> _Brief_:
Every line below that contains "function" is to be copied.

Information Start Marker

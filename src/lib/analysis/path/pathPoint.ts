import type { PathGeometry } from './pathGeometry.ts';

/** Every how many points the whole path is searched at. */
const SEARCH_STRIDE = 8;
/** Cosine from which on a course runs along the path. */
const ALONG_COS = 0.5;

/** A point that moves along a path: positions are dropped on the path near it. One is kept per run, so that nothing is allocated per sample. */
export class PathPoint {
	/** 0 … lengthM */
	placeM = 0;
	/** left of the path positive */
	offsetM = NaN;
	/** times that the last move went over the end (+) or the start (−) of a closed path */
	turns = 0;
	private span = 0;
	private x = 0;
	private y = 0;
	private readonly path: PathGeometry;
	private readonly spans: number;

	constructor(path: PathGeometry) {
		this.path = path;
		this.spans = path.placeM.length - 1;
	}

	/** Goes to a place, which may lie beyond the ends of a closed path. */
	moveTo(placeM: number): void {
		const { placeM: places, lengthM, closed } = this.path;
		this.turns = closed ? Math.floor(placeM / lengthM) : 0;
		const wrapped = placeM - this.turns * lengthM;
		let span = Math.max(0, Math.min(this.spans - 1, Math.floor((wrapped / lengthM) * this.spans)));
		while (span > 0 && places[span] > wrapped) span--;
		while (span < this.spans - 1 && places[span + 1] <= wrapped) span++;
		this.span = span;
	}

	/**
	 * Drops a position on the path within a reach of where the point is.
	 *
	 * @returns false where it has no foot there; beyond the ends of an open path the place goes on straight
	 */
	settle(x: number, y: number, reachM: number): boolean {
		const { closed, lengthM } = this.path;
		this.x = x;
		this.y = y;
		let span = this.span;
		let turns = this.turns;
		let left = Math.ceil((reachM * this.spans) / lengthM) + 2;
		let here = this.ahead(span);
		let next = this.ahead(span + 1);
		while (next >= 0) {
			if (span === this.spans - 1) {
				if (!closed) break;
				span = -1;
				turns++;
			}
			span++;
			here = next;
			next = this.ahead(span + 1);
			if (--left < 0) return false;
		}
		while (here < 0) {
			if (span === 0) {
				if (!closed) break;
				span = this.spans;
				turns--;
			}
			span--;
			next = here;
			here = this.ahead(span);
			if (--left < 0) return false;
		}
		this.span = span;
		this.turns = turns;
		this.drop(here, next);
		return true;
	}

	/**
	 * Searches the whole path for the nearest place along which a course runs, or against which where none is near.
	 *
	 * @param nearM a place along the course counts as that much nearer than one against it
	 * @returns cosine between course and path there; `offsetM` is NaN where nothing is near
	 */
	search(x: number, y: number, courseRad: number, nearM: number): number {
		const { xM, yM, alongX, alongY, lengthM } = this.path;
		const ux = Math.cos(courseRad);
		const uy = Math.sin(courseRad);
		let best = Infinity;
		let bestAt = 0;
		for (let i = 0; i < this.spans; i += SEARCH_STRIDE) {
			const dx = x - xM[i];
			const dy = y - yM[i];
			const cos = ux * alongX[i] + uy * alongY[i];
			const size = dx * dx + dy * dy + (cos > ALONG_COS ? 0 : nearM * nearM);
			if (size < best) {
				best = size;
				bestAt = i;
			}
		}
		this.span = bestAt;
		this.turns = 0;
		this.offsetM = NaN;
		if (!this.settle(x, y, (2 * SEARCH_STRIDE * lengthM) / this.spans)) return 0;
		this.turns = 0;
		return ux * alongX[this.span] + uy * alongY[this.span];
	}

	/** Metres by which the position lies ahead of a point of the path. */
	private ahead(i: number): number {
		const path = this.path;
		return (this.x - path.xM[i]) * path.alongX[i] + (this.y - path.yM[i]) * path.alongY[i];
	}

	/** Place and offset between the ends of the span, from how far the position lies ahead of each. */
	private drop(here: number, next: number): void {
		const { placeM: places, xM, yM, alongX, alongY, curvaturePerM } = this.path;
		const span = this.span;
		const length = places[span + 1] - places[span];
		const share = here / (here - next);
		this.placeM = places[span] + share * length;
		const x = xM[span] + share * (xM[span + 1] - xM[span]);
		const y = yM[span] + share * (yM[span + 1] - yM[span]);
		const ux = alongX[span] + share * (alongX[span + 1] - alongX[span]);
		const uy = alongY[span] + share * (alongY[span + 1] - alongY[span]);
		// the arc lies outside of its chord
		const sagitta = (curvaturePerM[span] * length * length * share * (1 - share)) / 2;
		this.offsetM = ((this.y - y) * ux - (this.x - x) * uy) / Math.sqrt(ux * ux + uy * uy) + sagitta;
	}
}
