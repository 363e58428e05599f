import { quantile } from '../stats/quantile.ts';
import type { Channels } from '../model.ts';
import { KMH_PER_MPS } from '../../units.ts';

/** Positions worth believing: which samples bring a new one, and how noisy they are. */
export interface Positions {
	/** samples with a position that is known, new and reachable; increasing */
	sample: Int32Array;
	/** coordinates of those samples; not to be written into, they may be the run's own columns */
	xM: Float64Array;
	yM: Float64Array;
	/** standard deviation of one coordinate from sample to sample, m */
	noiseM: number;
	/** samples left out because the car cannot have been there */
	jumps: number;
	/** first sample left out so, −1 for none */
	firstJump: number;
}

/** A car stands below this; then a repeated position is not a stale one. */
const STANDING_KMH = 3.6;
/** A step may exceed what speed explains by this factor and slack (noise, slow receivers) before it is a jump. */
const STEP_FACTOR = 2;
const STEP_SLACK_M = 8;
/** After this long without a reachable position the car is believed to be at the new place. */
const BELIEVE_AFTER_S = 2;
/** The noise is estimated while the car moves: standing receivers filter it away. */
const NOISE_ABOVE_KMH = 20;
const NOISE_SAMPLES = 4000;
/**
 * A receiver slower than the file, whose positions were joined up, looks noiseless from sample to sample: the noise is also looked
 * for over these spans, and only as many positions are kept as the receiver gave.
 */
const SLOW_RECEIVER_S = [0.1, 0.2];
/** It counts as such when the noise over the span is above this and so many times that from sample to sample. */
const BLIND_M = 0.05;
const BLIND_FACTOR = 3;

/**
 * Picks the samples whose position counts: a receiver slower than the file repeats its last position, and single wild ones happen.
 *
 * @returns null where the run has no positions, or fewer than 8 that count
 */
export function freshPositions(channels: Channels): Positions | null {
	const { xM, yM, timeS, speedKmh } = channels;
	if (!xM || !yM) return null;
	const sample = new Int32Array(xM.length);
	let count = 0;
	let jumps = 0;
	let firstJump = -1;
	let last = -1;
	for (let i = 0; i < xM.length; i++) {
		if (!(Number.isFinite(xM[i]) && Number.isFinite(yM[i]))) continue;
		if (last >= 0) {
			const dx = xM[i] - xM[last];
			const dy = yM[i] - yM[last];
			if (dx === 0 && dy === 0 && speedKmh[i] > STANDING_KMH) continue;
			const apartS = timeS[i] - timeS[last];
			const speed = Math.max(speedKmh[i], speedKmh[last], 0) || 0;
			const reach = (STEP_FACTOR * speed * apartS) / KMH_PER_MPS + STEP_SLACK_M;
			if (dx * dx + dy * dy > reach * reach && apartS < BELIEVE_AFTER_S) {
				jumps++;
				if (firstJump < 0) firstJump = i;
				continue;
			}
		}
		sample[count++] = i;
		last = i;
	}
	if (count < 8) return null;
	let kept = count === sample.length ? sample : sample.slice(0, count);
	let noiseM = noiseOf(kept, channels, 1);
	for (const span of SLOW_RECEIVER_S) {
		const stride = Math.round(span * channels.sampleRateHz);
		if (stride < 2 || kept.length < 16 * stride) continue;
		const slower = noiseOf(kept, channels, stride);
		if (!(slower > BLIND_M && slower > BLIND_FACTOR * noiseM)) continue;
		kept = kept.filter((_, j) => j % stride === 0);
		noiseM = slower;
		break;
	}
	// a run without stale positions is not copied: it may be an hour long
	if (kept.length === xM.length) return { sample: kept, xM, yM, noiseM, jumps, firstJump };
	const x = new Float64Array(kept.length);
	const y = new Float64Array(kept.length);
	for (let j = 0; j < kept.length; j++) {
		x[j] = xM[kept[j]];
		y[j] = yM[kept[j]];
	}
	return { sample: kept, xM: x, yM: y, noiseM, jumps, firstJump };
}

/**
 * Noise from fourth differences, in which motion cancels and white noise of variance σ² has variance 70 σ². The median is used,
 * so that the corners, where motion does not quite cancel at 10 Hz, do not count.
 *
 * @param stride every how many positions make a difference
 */
function noiseOf(sample: Int32Array, { timeS, speedKmh, xM, yM }: Channels, stride: number): number {
	if (!xM || !yM) return 0;
	const every = Math.max(1, Math.floor(sample.length / NOISE_SAMPLES));
	const size = new Float64Array(Math.ceil(sample.length / every));
	let count = 0;
	for (let j = 2 * stride; j + 2 * stride < sample.length; j += every) {
		const a = sample[j - 2 * stride];
		const b = sample[j - stride];
		const c = sample[j];
		const d = sample[j + stride];
		const e = sample[j + 2 * stride];
		const dt = timeS[c] - timeS[b];
		if (!(speedKmh[c] > NOISE_ABOVE_KMH)) continue;
		if (Math.abs(timeS[e] - timeS[a] - 4 * dt) > 0.1 * dt) continue;
		const fourthX = xM[a] - 4 * xM[b] + 6 * xM[c] - 4 * xM[d] + xM[e];
		const fourthY = yM[a] - 4 * yM[b] + 6 * yM[c] - 4 * yM[d] + yM[e];
		size[count++] = fourthX * fourthX + fourthY * fourthY;
	}
	if (count === 0) return 0;
	// two coordinates: the squared length over its variance follows χ² with two degrees, whose median is 2 ln 2
	return Math.sqrt(quantile(size.subarray(0, count), 0.5) / (2 * Math.LN2) / 70);
}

Information End Marker

> _Completed exercise_:
export function freshPositions(channels: Channels): Positions | null {
function noiseOf(sample: Int32Array, { timeS, speedKmh, xM, yM }: Channels, stride: number): number {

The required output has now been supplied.